Through simulation experiments, we have shown that the voter model alone (i.e. without the stubborn agents) cannot make the swarm adapt to abrupt changes in the option qualities. After introducing stubborn agents, we have studied the effect of key parameters: the ratio of the two qualities, the proportion of stubborn agents, and the swarm size. Firstly, we reported that, as expected and reported in previous studies [14], the difference in site quality place a crucial role, whereby the ability to adapt to the environmental changes is strongly linked to the system accuracy, and higher level of accuracy and adaptability are observed with increasing ratio between the qualities. Secondly, contrarily to initial expectations, we found that increasing the ratio of stubborn individuals does not have an effect on neither the accuracy nor the adaptability. Finally, and surprisingly, we found that increasing swarm size has a beneficial effect on both consensus and adaptability: when the quality ratio is high (easier problems), the swarm is able to react faster with smaller variations on the reaction times; when the quality ratio is low (harder problems), a small swarm is not able to achieve consensus at all, while a larger swarm shows sign of approaching consensus and at the same time of adaptability to the change in the environment. This trend further confirms our speculation that, at least in this system, consensus-reaching and adaptability are strongly interlinked, as in previous study it was already found that accuracy increases with increasing swarm sizes as this will eventually approach a continuum model that, when studied using ordinary differential equations (ODEs), predicts that the swarm always achieves consensus to the best quality [30]. We concluded the experimental analysis with a preliminary study of the majority rule model, by showing that this model is ineffective in reaching consensus to the right option and at adapting to environmental changes. The latter is due to the effect of spatiality, as stubborn individuals committed to the same options are very unlikely to appear next to each other (Fig. 5).

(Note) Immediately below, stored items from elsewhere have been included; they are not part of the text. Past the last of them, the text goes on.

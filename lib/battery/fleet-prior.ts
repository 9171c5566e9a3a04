/**
 * What packs that came out teach about those still in. Each finished pack gives the ratio of
 * its life to the life its data sheet promised; a pack swapped early gives only that the ratio
 * is larger (right-censored, never a failure). Cohorts (device model x cell type x climate)
 * are fitted log-normal by maximum likelihood and drawn towards the whole fleet by empirical
 * Bayes. A life tells capacity over draw; the two share what it says by their variances.
 */
import { fitAcceleratedLife } from "../stats/accelerated-life";
import { type GroupMean, poolGroups, shrink } from "../stats/shrinkage";
import { ASSUMED } from "./assumptions";
import type { FleetPrior } from "./pack";

export interface FinishedPack {
  readonly packKey: string;
  readonly deviceKey: string;
  readonly cohort: string;
  readonly lot: string | null;
  /** Days in service over the median life forecast at installation without a fleet prior. */
  readonly lifeRatio: number;
  /** True: the device stopped. False: swapped before that. */
  readonly ranOut: boolean;
}

export interface CohortLife {
  readonly cohort: string;
  /** Mean of ln(life ratio) after shrinking, its error, and the spread of single packs. */
  readonly mean: number;
  readonly se: number;
  readonly spread: number;
  readonly packs: number;
}

const VARIANCE = { capacity: ASSUMED.capacitySd ** 2, draw: ASSUMED.drawSd ** 2 };
const DRAW_PART = VARIANCE.draw / (VARIANCE.draw + VARIANCE.capacity);
/** A cohort's own spread counts as much as this many packs of the assumed spread. */
const SPREAD_WEIGHT = 6;

interface OwnFit extends GroupMean {
  readonly cohort: string;
  readonly spread: number;
  readonly packs: number;
}

/** Learn every cohort that has at least two packs run out; empty when none has. */
export function learnCohorts(finished: readonly FinishedPack[]): CohortLife[] {
  const groups = new Map<string, FinishedPack[]>();
  for (const pack of finished) {
    if (!(pack.lifeRatio > 0)) continue;
    const group = groups.get(pack.cohort);
    if (group) group.push(pack);
    else groups.set(pack.cohort, [pack]);
  }
  const fits = [...groups].flatMap(([cohort, packs]) => ownFit(cohort, packs) ?? []);
  const pool = poolGroups(fits);
  if (!pool) return [];
  return fits.map((fit) => {
    const drawn = fits.length > 1 ? shrink(fit, pool) : fit;
    return { cohort: fit.cohort, ...drawn, spread: fit.spread, packs: fit.packs };
  });
}

function ownFit(cohort: string, packs: readonly FinishedPack[]): OwnFit | null {
  const lives = packs.map((p) => ({ time: p.lifeRatio, ended: p.ranOut }));
  const fit = fitAcceleratedLife(lives, "log-normal");
  if (!fit) return null;
  const ended = lives.filter((life) => life.ended).length;
  const assumed = VARIANCE.capacity + VARIANCE.draw;
  const variance = (ended * fit.sigma ** 2 + SPREAD_WEIGHT * assumed) / (ended + SPREAD_WEIGHT);
  const own = Math.max(fit.covariance[0]![0]!, variance / ended);
  return {
    cohort,
    mean: fit.coefficients[0]!,
    se: Math.sqrt(own),
    spread: Math.sqrt(variance),
    packs: packs.length,
  };
}

/** Prior of a pack whose device is new: the cohort's mean, its error and spread together. */
export function cohortPrior(life: CohortLife): FleetPrior {
  const variance = life.spread ** 2 + life.se ** 2;
  return {
    capacityFactor: {
      mean: ASSUMED.capacityMean * Math.exp(life.mean * (1 - DRAW_PART)),
      relativeSd: Math.sqrt(variance * (1 - DRAW_PART)),
    },
    drawFactor: {
      mean: Math.exp(-life.mean * DRAW_PART),
      relativeSd: Math.sqrt(variance * DRAW_PART),
    },
    packs: life.packs,
  };
}

/**
 * Prior of a device that has had packs before: its own draw carries over, the capacity of the
 * next pack does not. Each own life tells the draw with the error of one pack's capacity and
 * of the draw's walk; an early swap tells nothing here.
 */
export function devicePrior(life: CohortLife, own: readonly FinishedPack[]): FleetPrior {
  const base = cohortPrior(life);
  const lives = own.filter((p) => p.ranOut && p.lifeRatio > 0);
  if (lives.length === 0) return base;
  const capacity = base.capacityFactor.relativeSd ** 2;
  const between = Math.max(base.drawFactor.relativeSd ** 2, 1e-6);
  const noise = capacity + ASSUMED.drawWalkPerYear ** 2;
  const excess = lives.reduce((s, p) => s + (life.mean - Math.log(p.lifeRatio)), 0) / lives.length;
  const weight = between / (between + noise / lives.length);
  const left = between * (1 - weight) + ASSUMED.drawWalkPerYear ** 2;
  return {
    ...base,
    drawFactor: {
      mean: base.drawFactor.mean * Math.exp(weight * excess),
      relativeSd: Math.sqrt(Math.min(between, left)),
    },
  };
}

This present study has revealed new insights but at the same time has raised new questions that we plan to investigate in future studies. Firstly, we would like to study this system using theoretical models such as ODEs and chemical reaction network modeling, as in [29], because this allows to study more broadly the effect of parameters and to have a deeper understanding of the dynamics. To do so, stubborn agents may be replaced with a spontaneous transition rate of all agents to a random opinion, as this can be more easily modeled. However, the equivalence of the two models needs to be tested. Secondly, we plan to systematically study the majority-rule to determine whether there is a variant that can make this mechanism adaptive as well. This study will start by systematically varying the proportion of stubborn agents, because we suspect that there could be a higher value which will cancel out the effects of spatiality and make also this model effective, thus we expect to see a sort of phase transition with respect to this parameter. Finally, provided enough resources, we plan to perform the experiments on real robots, likely kilobots [22], in order to have a proof of concept in the real world and potentially discover new factors influencing adaptability.